Salvatore amava la sua famiglia. Non poteva immaginare la vita senza di loro. E adesso avevano tutti attraversato l’oceano sani e salvi e stavano arrivando a Ellis Island. Laggiù, lo sapeva, sarebbero stati perquisiti prima di ottenere il permesso di entrare in America.
Era questo il terribile segreto che aveva sentito il padre riferire alla madre neanche un’ora prima. Uno della famiglia non ce l’avrebbe fatta.
Rose Vandyck Master fissava il quadro. Era un affascinante acquerello del suo cottage a Newport, e le era piaciuto così tanto che lo aveva appeso alla parete nel suo boudoir, sopra il piccolo scrittoio francese dove le piaceva scrivere lettere. Suo marito William era al lavoro e i bambini erano fuori, così poteva stare in pace. Si era appena messa il suo girocollo di perle. Per qualche ragione, le sembrava sempre di pensare meglio quando indossava le sue perle. E aveva bisogno di concentrarsi, perché doveva prendere una delle decisioni più difficili della sua vita.
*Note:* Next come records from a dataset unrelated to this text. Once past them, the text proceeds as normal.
package observe

import (
	"errors"
	"fmt"
	"math/rand/v2"
	"slices"
	"strconv"
	"strings"
	"testing"

	"github.com/google/go-cmp/cmp"
	"github.com/google/go-cmp/cmp/cmpopts"
	"github.com/paulmach/orb"
	"pgregory.net/rapid"
)

// sheet makes a table out of words: names of columns first, then rows after "/". A name with # is a column of numbers,
// @ stands for the place, of which 3 is the point 3 30. A - is a missing text.
func sheet(source, text string) *Table {
	lines := strings.Split(text, "/")
	t := &Table{Source: source, Rows: len(lines) - 1}
	for at, name := range strings.Fields(lines[0]) {
		c := Column{Name: strings.TrimSuffix(name, "#")}
		number, place := c.Name != name, name == "@"
		if number {
			c.Number = []float64{}
		} else {
			c.Code = []int32{}
		}
		for _, line := range lines[1:] {
			value := strings.ReplaceAll(strings.Fields(line)[at], "_", " ")
			v, _ := strconv.ParseFloat(value, 64)
			switch {
			case place:
				t.Geometry = append(t.Geometry, orb.Point{v, 10 * v})
			case number:
				c.Number = append(c.Number, v)
			case value == "-":
				c.Code = append(c.Code, -1)
			default:
				code := slices.Index(c.Level, value)
				if code < 0 {
					code = len(c.Level)
					c.Level = append(c.Level, value)
				}
				c.Code = append(c.Code, int32(code))
			}
		}
		if !place {
			t.Columns = append(t.Columns, c)
		}
	}
	for i := range t.Rows {
		t.Row, t.Line = append(t.Row, int32(i+1)), append(t.Line, int32(i+2))
	}
	t.sortLevels()
	return t
}

// words writes a table as sheet reads it, with the number of each row in front.
func words(t *Table) string {
	b := "row"
	for _, c := range t.Columns {
		b += " " + c.Name
	}
	for i := range t.Len() {
		b += fmt.Sprintf("/%d", t.Row[i])
		for _, c := range t.Columns {
			switch {
			case c.Number != nil:
				b += fmt.Sprintf(" %g", c.Number[i])
			case c.Code[i] < 0:
				b += " -"
			default:
				b += " " + strings.ReplaceAll(c.Level[c.Code[i]], " ", "_")
			}
		}
		if t.Geometry != nil {
			b += fmt.Sprintf(" @%g", t.Geometry[i].(orb.Point)[0])
		}
	}
	return b
}
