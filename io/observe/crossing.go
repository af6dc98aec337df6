package observe

import (
	"math"

	"github.com/paulmach/orb"
)

// sameLine is the distance, in parts of the extent of a ring, up to which a position lies on an edge. Outlines that were
// rounded or thinned cross themselves by less than that in many places, which moves no area.
const sameLine = 1e-6

// mostPairs bounds the work on one ring. Outlines of places take a few comparisons for each edge; what takes more is a
// riddle, and passes.
const mostPairs = 1 << 24

// crossing returns a point at which a ring crosses itself, and whether there is one: a ring is simple (OGC 06-103r4,
// section 6.1.11). To touch itself is let pass.
func crossing(ring orb.Ring) (orb.Point, bool) {
	if len(ring) < 5 { // a triangle
		return orb.Point{}, false
	}
	c := &crossings{ring: ring, off: sameLine * diagonal(ring.Bound()), boxes: make([]orb.Bound, 4*(len(ring)-1))}
	edges := stretch{box: 1, from: 0, to: len(ring) - 1}
	c.enclose(edges)
	return c.at, c.within(edges)
}

// crossings looks for edges that cross. The edges are halved again and again, and boxes around the halves tell which can
// have nothing in common.
type crossings struct {
	ring  orb.Ring
	off   float64     // distance from an edge up to which a position lies on it
	boxes []orb.Bound // the boxes of the halves of stretch i are 2i and 2i+1
	pairs int         // compared so far
	at    orb.Point
}

// stretch is some edges of a ring that follow each other, by the positions at which they start.
type stretch struct{ box, from, to int }

func (s stretch) halves() (a, b stretch) {
	middle := (s.from + s.to) / 2
	return stretch{2 * s.box, s.from, middle}, stretch{2*s.box + 1, middle, s.to}
}

// enclose finds the boxes of a stretch and all its halves.
func (c *crossings) enclose(s stretch) orb.Bound {
	var box orb.Bound
	if s.to-s.from == 1 {
		box = orb.MultiPoint{c.ring[s.from], c.ring[s.to]}.Bound()
	} else {
		a, b := s.halves()
		box = c.enclose(a).Union(c.enclose(b))
	}
	c.boxes[s.box] = box
	return box
}

// within reports whether two edges of a stretch cross.
func (c *crossings) within(s stretch) bool {
	if s.to-s.from == 1 {
		return false
	}
	a, b := s.halves()
	return c.within(a) || c.within(b) || c.between(a, b)
}

// between reports whether an edge of one stretch crosses one of another.
func (c *crossings) between(a, b stretch) bool {
	if c.pairs++; c.pairs > mostPairs || !c.boxes[a.box].Intersects(c.boxes[b.box]) {
		return false
	}
	if a.to-a.from == 1 && b.to-b.from == 1 {
		return c.cross(a.from, b.from)
	}
	if a.to-a.from < b.to-b.from {
		a, b = b, a
	}
	left, right := a.halves()
	return c.between(left, b) || c.between(right, b)
}

// cross reports whether two edges cross: the ends of each lie on different sides of the other. Neighbours share an end,
// which lies on no side.
func (c *crossings) cross(i, k int) bool {
	p, q, r, s := c.ring[i], c.ring[i+1], c.ring[k], c.ring[k+1]
	if !c.apart(p, q, r, s) || !c.apart(r, s, p, q) {
		return false
	}
	a, b := side(p, q, r), side(p, q, s)
	share := a / (a - b)
	c.at = orb.Point{r[0] + share*(s[0]-r[0]), r[1] + share*(s[1]-r[1])}
	return true
}

// apart reports whether r and s lie on different sides of the line through p and q.
func (c *crossings) apart(p, q, r, s orb.Point) bool {
	on := c.off * math.Hypot(q[0]-p[0], q[1]-p[1])
	a, b := side(p, q, r), side(p, q, s)
	return a > on && b < -on || a < -on && b > on
}

// side is twice the area of a triangle: above 0 where r lies to the left of the way from p to q.
func side(p, q, r orb.Point) float64 {
	return (q[0]-p[0])*(r[1]-p[1]) - (q[1]-p[1])*(r[0]-p[0])
}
Rose Master era una privilegiata, se ne rendeva conto. Era una moglie fedele, una madre amorevole e governava le sue case alla perfezione. Ma tutta questa fortuna era arrivata grazie al duro lavoro e al calcolo. E non poteva certo sorprendere che intendesse andare oltre. Se suo marito lavorava per incrementare la fortuna di famiglia, allora il suo compito, per come la vedeva lei – e buona parte delle donne che conosceva sarebbero state d’accordo –, consisteva nel migliorare la loro posizione sociale. A dire il vero, per una donna sposata della sua classe e della sua epoca, per di più ambiziosa, non c’era molto altro da fare.
La questione che le si presentava era senza dubbio complicata. C’erano molti elementi da tenere in considerazione, opportunità da cogliere, tranelli da evitare. E più si saliva la scala sociale, più la libertà di scelta si restringeva.
Dove sarebbe andata a vivere la famiglia?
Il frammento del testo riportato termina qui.